The function g satisfies \(\mathrm{g(ax - 4) = 3x - 5}\) for all real numbers x, where a is a...

1. TRANSLATE the problem information

• Given information:
  • \(\mathrm{g(ax - 4) = 3x - 5}\) for all real numbers x
  • a is a positive constant
  • \(\mathrm{g(7) = 4}\)
  • Need to find: value of a

2. INFER the solution strategy

• The functional equation \(\mathrm{g(ax - 4) = 3x - 5}\) doesn't directly give us \(\mathrm{g(7)}\)
• We need to transform this into standard function form \(\mathrm{g(y) = [expression\: in\: y]}\)
• Key insight: Use substitution to eliminate the x-dependence

3. SIMPLIFY through substitution

• Let \(\mathrm{y = ax - 4}\)
• Solve for x: \(\mathrm{ax = y + 4}\), so \(\mathrm{x = \frac{y + 4}{a}}\)
• Substitute back into \(\mathrm{g(ax - 4) = 3x - 5}\):
  \(\mathrm{g(y) = 3\left(\frac{y + 4}{a}\right) - 5}\)

4. SIMPLIFY the expression

• Distribute: \(\mathrm{g(y) = \frac{3y + 12}{a} - 5}\)
• Separate fractions: \(\mathrm{g(y) = \frac{3y}{a} + \frac{12}{a} - 5}\)
• Now we have \(\mathrm{g(y)}\) in standard form!

5. INFER how to use the given condition

• We know \(\mathrm{g(7) = 4}\), so substitute \(\mathrm{y = 7}\):
• \(\mathrm{g(7) = \frac{3(7)}{a} + \frac{12}{a} - 5 = 4}\)

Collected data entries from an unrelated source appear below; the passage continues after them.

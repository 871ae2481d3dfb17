/**
 * The stores every integration test runs against: the embedded PGlite store (always) and a
 * PostgreSQL server when TEST_DATABASE_URL is set. Each test file gets a fresh database: a new
 * folder for PGlite, a new database on the server (dropped afterwards).
 *
 * Without TEST_DATABASE_URL the Postgres half is skipped with a message; CI sets
 * IDEAFRONT_REQUIRE_ALL_SUITES=1, which turns that skip into a failure.
 */
import fs from "node:fs";
import os from "node:os";
import path from "node:path";
import pg from "pg";
import { openStore, type Store } from "@/lib/store/db";
import { listMigrations, migrate } from "@/lib/store/migrate";
import { createHash } from "node:crypto";

export interface StoreTarget {
  kind: "embedded" | "postgres";
  /** Opens a fresh, migrated store. */
  open(): Promise<Store>;
  /** Opens the last store again (after closing it), as a restart would. */
  reopen(): Promise<Store>;
  /** Connection settings of the last opened store (for child processes). */
  env(): Record<string, string>;
  /** Removes what open() created. */
  cleanup(): Promise<void>;
}

const requireAll = process.env.IDEAFRONT_REQUIRE_ALL_SUITES === "1";
export const postgresUrl = process.env.TEST_DATABASE_URL;

if (!postgresUrl) {
  const msg = "TEST_DATABASE_URL is not set: the PostgreSQL half of the integration suite is skipped (CI sets it).";
  if (requireAll) throw new Error(`${msg} IDEAFRONT_REQUIRE_ALL_SUITES=1 forbids skipping.`);
  console.warn(`[skip] ${msg}`);
}

/**
 * Creating a PGlite database takes seconds; copy a migrated template made once per set of
 * migrations instead.
 */
async function migratedTemplate(): Promise<string> {
  const hash = createHash("sha256").update(listMigrations().map((m) => m.checksum).join()).digest("hex").slice(0, 16);
  const dir = path.join(os.tmpdir(), `ideafront-template-${hash}`);
  if (fs.existsSync(path.join(dir, "pglite", "PG_VERSION"))) return path.join(dir, "pglite");
  const building = fs.mkdtempSync(path.join(os.tmpdir(), "ideafront-template-build-"));
  const store = await openStore({ dataDir: building });
  await migrate(store);
  await store.close();
  fs.rmSync(dir, { recursive: true, force: true });
  fs.renameSync(building, dir);
  return path.join(dir, "pglite");
}

function embeddedTarget(): StoreTarget {
  const dirs: string[] = [];
  let last = "";
  return {
    kind: "embedded",
    async open() {
      last = fs.mkdtempSync(path.join(os.tmpdir(), "ideafront-it-"));
      dirs.push(last);
      fs.cpSync(await migratedTemplate(), path.join(last, "pglite"), { recursive: true });
      const store = await openStore({ dataDir: last });
      await migrate(store);
      return store;
    },
    async reopen() {
      const store = await openStore({ dataDir: last });
      await migrate(store);
      return store;
    },
    env: () => ({ IDEAFRONT_DATA: last }),
    async cleanup() {
      for (const d of dirs) fs.rmSync(d, { recursive: true, force: true });
    },
  };
}

function postgresTarget(adminUrl: string): StoreTarget {
  const created: string[] = [];
  let lastUrl = "";
  const withAdmin = async (fn: (c: pg.Client) => Promise<void>) => {
    const c = new pg.Client({ connectionString: adminUrl });
    await c.connect();
    try {
      await fn(c);
    } finally {
      await c.end();
    }
  };
  return {
    kind: "postgres",
    async open() {
      const name = `ideafront_it_${process.pid}_${Date.now().toString(36)}_${created.length}`;
      await withAdmin((c) => c.query(`CREATE DATABASE "${name}"`).then(() => {}));
      created.push(name);
      const u = new URL(adminUrl);
      u.pathname = `/${name}`;
      lastUrl = u.toString();
      const store = await openStore({ databaseUrl: lastUrl });
      await migrate(store);
      return store;
    },
    async reopen() {
      const store = await openStore({ databaseUrl: lastUrl });
      await migrate(store);
      return store;
    },
    env: () => ({ DATABASE_URL: lastUrl }),
    async cleanup() {
      await withAdmin(async (c) => {
        for (const name of created) await c.query(`DROP DATABASE IF EXISTS "${name}" WITH (FORCE)`);
      });
    },
  };
}

/** The stores to run against: embedded always, postgres when configured. */
export function storeTargets(): StoreTarget[] {
  return postgresUrl ? [embeddedTarget(), postgresTarget(postgresUrl)] : [embeddedTarget()];
}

6. SIMPLIFY to solve for a

• Combine like terms: \(\mathrm{\frac{21}{a} + \frac{12}{a} - 5 = 4}\)
• Simplify: \(\mathrm{\frac{33}{a} - 5 = 4}\)
• Add 5: \(\mathrm{\frac{33}{a} = 9}\)
• Solve for a: \(\mathrm{a = \frac{33}{9} = \frac{11}{3}}\)

Answer: 11/3

Why Students Usually Falter on This Problem

Most Common Error Path:

Weak INFER skill: Students try to directly use \(\mathrm{g(7) = 4}\) without recognizing they need to transform the functional equation first. They might attempt to substitute \(\mathrm{x = 7}\) into \(\mathrm{g(ax - 4) = 3x - 5}\), getting \(\mathrm{g(7a - 4) = 3(7) - 5 = 16}\). But this gives them \(\mathrm{g(7a - 4) = 16}\), not \(\mathrm{g(7) = 4}\), leading to confusion about how to proceed. This causes them to get stuck and abandon systematic solution, often guessing randomly.

Second Most Common Error:

Poor SIMPLIFY execution: Students correctly set up the substitution but make algebraic errors when manipulating fractions. A common mistake is incorrectly distributing \(\mathrm{3\left(\frac{y + 4}{a}\right)}\), writing it as \(\mathrm{\frac{3y}{a} + \frac{4}{a}}\) instead of \(\mathrm{\frac{3y}{a} + \frac{12}{a}}\). This leads to \(\mathrm{g(7) = \frac{21}{a} + \frac{4}{a} - 5 = \frac{25}{a} - 5 = 4}\), giving \(\mathrm{\frac{25}{a} = 9}\), so \(\mathrm{a = \frac{25}{9}}\). Since \(\mathrm{\frac{25}{9}}\) isn't among typical answer choices, this creates confusion and guessing.

The Bottom Line:

This problem requires students to recognize that functional equations often need transformation before direct evaluation. The key insight is using substitution to convert the given form into standard function notation.